### Exercise:
Repeat all entries exactly.

▬▬▬

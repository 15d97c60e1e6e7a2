//! Checks of the model's stages at fixed states, before any integration.
use super::*;
use crate::params::{DifferentialKind, FRONT, REAR};
use crate::params::{Override, load_vehicle};

fn crossover() -> Vehicle {
    let flat = [Override::parse("steering.toe_rear_deg=0.0").unwrap()];
    load_vehicle("scripts/vehicles/hybrid_crossover.toml".as_ref(), &flat).unwrap()
}

/// Tyre relaxation (Pacejka, *Tire and Vehicle Dynamics*, ch. 7): with the
/// chassis motion frozen, a step in slip angle builds the relaxed slip as
/// 1 − exp(−s/σ) over the travelled distance s.
#[test]
fn slip_angle_step_relaxes_with_distance_constant_sigma() {
    let v = crossover();
    let speed = 20.0;
    let mut x = straight_running(&v, speed);
    let alpha = 0.02_f64; // rad, a step of the body's lateral velocity
    x[VY] = -speed * alpha.tan();
    let c = Commands::neutral(&v);
    let wheel = 2; // rear left: no steer, no toe
    let sigma = v.tyres[REAR].relaxation_lateral;
    let (mut t, dt) = (0.0, 1e-5);
    let t_end = 3.0 * sigma / speed;
    while t < t_end {
        // Integrate only this wheel's slip state (classical RK4, tiny step).
        let f = |s: f64| {
            let mut y = x;
            y[SLIP_ANGLE + wheel] = s;
            evaluate(&v, &y, &c).derivative[SLIP_ANGLE + wheel]
        };
        let s0 = x[SLIP_ANGLE + wheel];
        let k1 = f(s0);
        let k2 = f(s0 + 0.5 * dt * k1);
        let k3 = f(s0 + 0.5 * dt * k2);
        let k4 = f(s0 + dt * k3);
        x[SLIP_ANGLE + wheel] = s0 + dt / 6.0 * (k1 + 2.0 * k2 + 2.0 * k3 + k4);
        t += dt;
        let distance = speed * t;
        let expected = alpha.tan() * (1.0 - (-distance / sigma).exp());
        assert!(
            (x[SLIP_ANGLE + wheel] - expected).abs() < 1e-9,
            "at s = {distance} m: {} vs {expected}",
            x[SLIP_ANGLE + wheel]
        );
    }
}

/// Ackermann geometry (Gillespie ch. 6): with full Ackermann the inner
/// wheel steers more and both wheel axes meet on the rear-axle line.
#[test]
fn full_ackermann_wheel_axes_meet_on_rear_axle_line() {
    let mut v = crossover();
    v.steering.ackermann = 1.0;
    v.steering.toe = [0.0, 0.0];
    let steer = road_wheel_angles(&v.steering, &v.chassis, 0.3 * v.steering.ratio);
    assert!(
        steer[0] > steer[1],
        "inner (left) wheel steers more in a left turn"
    );
    let half = 0.5 * v.chassis.track[FRONT];
    let r_left = v.chassis.wheelbase / steer[0].tan() + half;
    let r_right = v.chassis.wheelbase / steer[1].tan() - half;
    assert!((r_left - r_right).abs() < 1e-9, "{r_left} vs {r_right}");
}

/// Differentials: open splits equally; a limited-slip unit transfers at
/// most preload + locking·|T| (torque-sensing definition).
#[test]
fn differential_torque_split() {
    let v = crossover();
    let mut unit = v.powertrain.units[FRONT].clone().unwrap();
    let (l, r) = differential_split(&unit, 1000.0, 50.0, 40.0);
    assert_eq!((l, r), (500.0, 500.0));
    unit.differential.kind = DifferentialKind::LimitedSlip;
    unit.differential.preload = 50.0;
    unit.differential.locking = 0.2;
    let (l, r) = differential_split(&unit, 1000.0, 50.0, 40.0);
    assert!(
        (r - l - 2.0 * 250.0).abs() < 1e-9,
        "capacity 250 N*m moves to the slower wheel"
    );
    unit.differential.kind = DifferentialKind::Locked;
    let (l, r) = differential_split(&unit, 1000.0, 50.0, 49.9);
    assert!((r - l - 2.0 * unit.differential.coupling_damping * 0.1).abs() < 1e-6);
}

/// The power limit (common practice): available torque is min(T_max, P_max/ω)
/// at the unit, η·i times that at the wheels, as the model reports it.
#[test]
fn available_torque_is_capped_by_power() {
    let v = crossover();
    let u = v.powertrain.units[FRONT].clone().unwrap();
    let at = |wheel_speed: f64| {
        let mut x = straight_running(&v, 1.0);
        for i in 0..4 {
            x[WHEEL_SPEED + i] = wheel_speed;
        }
        evaluate(&v, &x, &Commands::neutral(&v)).axle_available_torque[FRONT]
    };
    let low = at(1.0);
    assert_eq!(low, u.efficiency * u.ratio * u.max_torque.value(u.ratio));
    let w = 100.0;
    let high = at(w);
    assert!((high * w - u.efficiency * u.max_power).abs() < 1e-6);
}

/// Evaluating in place writes every field: into an evaluation whose every
/// number is NaN and whose unit kinds are unset it gives
/// `evaluate_prepared`'s result (compared through `Debug`, which prints every
/// field, NaN included, with the shortest representation that reads back
/// exactly). A field added to `Evaluation` must be added here to compile.
#[test]
fn evaluating_in_place_writes_every_field() {
    let v = crossover();
    let p = Prepared::new(&v);
    let mut c = Commands::neutral(&v);
    c.steer_wheel_angle = 0.3;
    c.drive_request = 0.6;
    let mut x = straight_running(&v, 25.0);
    x[VY] = 0.4;
    x[YAW_RATE] = 0.2;
    let steer = SteerAngles::new(&v, c.steer_wheel_angle);
    let expected = evaluate_prepared(&v, &p, &steer, &x, &c);
    assert!(expected.powertrain.unit_kind.iter().all(Option::is_some));
    let nan = f64::NAN;
    let pair = [nan; 2];
    let wheel = WheelOutput {
        fz: nan,
        fx: nan,
        fy: nan,
        slip_ratio: nan,
        tan_slip_angle: nan,
        steer_angle: nan,
        drive_torque: nan,
        brake_torque: nan,
        contact_speed: nan,
    };
    let mut out = Evaluation {
        derivative: State::from_element(nan),
        ax: nan,
        ay: nan,
        wheels: [wheel; 4],
        drag_force: nan,
        downforce: nan,
        axle_drive_torque: pair,
        axle_available_torque: pair,
        powertrain: PowertrainOutput {
            unit_torque: pair,
            unit_speed: pair,
            electrical_power: pair,
            fuel_mass_flow: pair,
            regen_brake_torque: pair,
            friction_brake_torque: pair,
            available_regen_torque: pair,
            state_of_charge: nan,
            store_energy_rate: nan,
            unit_kind: [None; 2],
            braking_front_share: nan,
        },
    };
    evaluate_prepared_into(&v, &p, &steer, &x, &c, &mut out);
    assert_eq!(format!("{out:?}"), format!("{expected:?}"));
}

▬▬▬

### Completed exercise:
repository 15d97c60e1e6e7a2
//! Checks of the model's stages at fixed states, before any integration.
use super::*;
use crate::params::{DifferentialKind, FRONT, REAR};
use crate::params::{Override, load_vehicle};

fn crossover() -> Vehicle {
    let flat = [Override::parse("steering.toe_rear_deg=0.0").unwrap()];
    load_vehicle("scripts/vehicles/hybrid_crossover.toml".as_ref(), &flat).unwrap()
}

/// Tyre relaxation (Pacejka, *Tire and Vehicle Dynamics*, ch. 7): with the
/// chassis motion frozen, a step in slip angle builds the relaxed slip as
/// 1 − exp(−s/σ) over the travelled distance s.
#[test]
fn slip_angle_step_relaxes_with_distance_constant_sigma() {
    let v = crossover();
    let speed = 20.0;
    let mut x = straight_running(&v, speed);
    let alpha = 0.02_f64; // rad, a step of the body's lateral velocity
    x[VY] = -speed * alpha.tan();
    let c = Commands::neutral(&v);
    let wheel = 2; // rear left: no steer, no toe
    let sigma = v.tyres[REAR].relaxation_lateral;
    let (mut t, dt) = (0.0, 1e-5);
    let t_end = 3.0 * sigma / speed;
    while t < t_end {
        // Integrate only this wheel's slip state (classical RK4, tiny step).
        let f = |s: f64| {
            let mut y = x;
            y[SLIP_ANGLE + wheel] = s;
            evaluate(&v, &y, &c).derivative[SLIP_ANGLE + wheel]
        };
        let s0 = x[SLIP_ANGLE + wheel];
        let k1 = f(s0);
        let k2 = f(s0 + 0.5 * dt * k1);
        let k3 = f(s0 + 0.5 * dt * k2);
        let k4 = f(s0 + dt * k3);
        x[SLIP_ANGLE + wheel] = s0 + dt / 6.0 * (k1 + 2.0 * k2 + 2.0 * k3 + k4);
        t += dt;
        let distance = speed * t;
        let expected = alpha.tan() * (1.0 - (-distance / sigma).exp());
        assert!(
            (x[SLIP_ANGLE + wheel] - expected).abs() < 1e-9,
            "at s = {distance} m: {} vs {expected}",
            x[SLIP_ANGLE + wheel]
        );
    }
}

/// Ackermann geometry (Gillespie ch. 6): with full Ackermann the inner
/// wheel steers more and both wheel axes meet on the rear-axle line.
#[test]
fn full_ackermann_wheel_axes_meet_on_rear_axle_line() {
    let mut v = crossover();
    v.steering.ackermann = 1.0;
    v.steering.toe = [0.0, 0.0];
    let steer = road_wheel_angles(&v.steering, &v.chassis, 0.3 * v.steering.ratio);
    assert!(
        steer[0] > steer[1],
        "inner (left) wheel steers more in a left turn"
    );
    let half = 0.5 * v.chassis.track[FRONT];
    let r_left = v.chassis.wheelbase / steer[0].tan() + half;
    let r_right = v.chassis.wheelbase / steer[1].tan() - half;
    assert!((r_left - r_right).abs() < 1e-9, "{r_left} vs {r_right}");
}

/// Differentials: open splits equally; a limited-slip unit transfers at
/// most preload + locking·|T| (torque-sensing definition).
#[test]
fn differential_torque_split() {
    let v = crossover();
    let mut unit = v.powertrain.units[FRONT].clone().unwrap();
    let (l, r) = differential_split(&unit, 1000.0, 50.0, 40.0);
    assert_eq!((l, r), (500.0, 500.0));
    unit.differential.kind = DifferentialKind::LimitedSlip;
    unit.differential.preload = 50.0;
    unit.differential.locking = 0.2;
    let (l, r) = differential_split(&unit, 1000.0, 50.0, 40.0);
    assert!(
        (r - l - 2.0 * 250.0).abs() < 1e-9,
        "capacity 250 N*m moves to the slower wheel"
    );
    unit.differential.kind = DifferentialKind::Locked;
    let (l, r) = differential_split(&unit, 1000.0, 50.0, 49.9);
    assert!((r - l - 2.0 * unit.differential.coupling_damping * 0.1).abs() < 1e-6);
}

/// The power limit (common practice): available torque is min(T_max, P_max/ω)
/// at the unit, η·i times that at the wheels, as the model reports it.
#[test]
fn available_torque_is_capped_by_power() {
    let v = crossover();
    let u = v.powertrain.units[FRONT].clone().unwrap();
    let at = |wheel_speed: f64| {
        let mut x = straight_running(&v, 1.0);
        for i in 0..4 {
            x[WHEEL_SPEED + i] = wheel_speed;
        }
        evaluate(&v, &x, &Commands::neutral(&v)).axle_available_torque[FRONT]
    };
    let low = at(1.0);
    assert_eq!(low, u.efficiency * u.ratio * u.max_torque.value(u.ratio));
    let w = 100.0;
    let high = at(w);
    assert!((high * w - u.efficiency * u.max_power).abs() < 1e-6);
}

/// Evaluating in place writes every field: into an evaluation whose every
/// number is NaN and whose unit kinds are unset it gives
/// `evaluate_prepared`'s result (compared through `Debug`, which prints every
/// field, NaN included, with the shortest representation that reads back
/// exactly). A field added to `Evaluation` must be added here to compile.
#[test]
fn evaluating_in_place_writes_every_field() {
    let v = crossover();
    let p = Prepared::new(&v);
    let mut c = Commands::neutral(&v);
    c.steer_wheel_angle = 0.3;
    c.drive_request = 0.6;
    let mut x = straight_running(&v, 25.0);
    x[VY] = 0.4;
    x[YAW_RATE] = 0.2;
    let steer = SteerAngles::new(&v, c.steer_wheel_angle);
    let expected = evaluate_prepared(&v, &p, &steer, &x, &c);
    assert!(expected.powertrain.unit_kind.iter().all(Option::is_some));
    let nan = f64::NAN;
    let pair = [nan; 2];
    let wheel = WheelOutput {
        fz: nan,
        fx: nan,
        fy: nan,
        slip_ratio: nan,
        tan_slip_angle: nan,
        steer_angle: nan,
        drive_torque: nan,
        brake_torque: nan,
        contact_speed: nan,
    };
    let mut out = Evaluation {
        derivative: State::from_element(nan),
        ax: nan,
        ay: nan,
        wheels: [wheel; 4],
        drag_force: nan,
        downforce: nan,
        axle_drive_torque: pair,
        axle_available_torque: pair,
        powertrain: PowertrainOutput {
            unit_torque: pair,
            unit_speed: pair,
            electrical_power: pair,
            fuel_mass_flow: pair,
            regen_brake_torque: pair,
            friction_brake_torque: pair,
            available_regen_torque: pair,
            state_of_charge: nan,
            store_energy_rate: nan,
            unit_kind: [None; 2],
            braking_front_share: nan,
        },
    };
    evaluate_prepared_into(&v, &p, &steer, &x, &c, &mut out);
    assert_eq!(format!("{out:?}"), format!("{expected:?}"));
}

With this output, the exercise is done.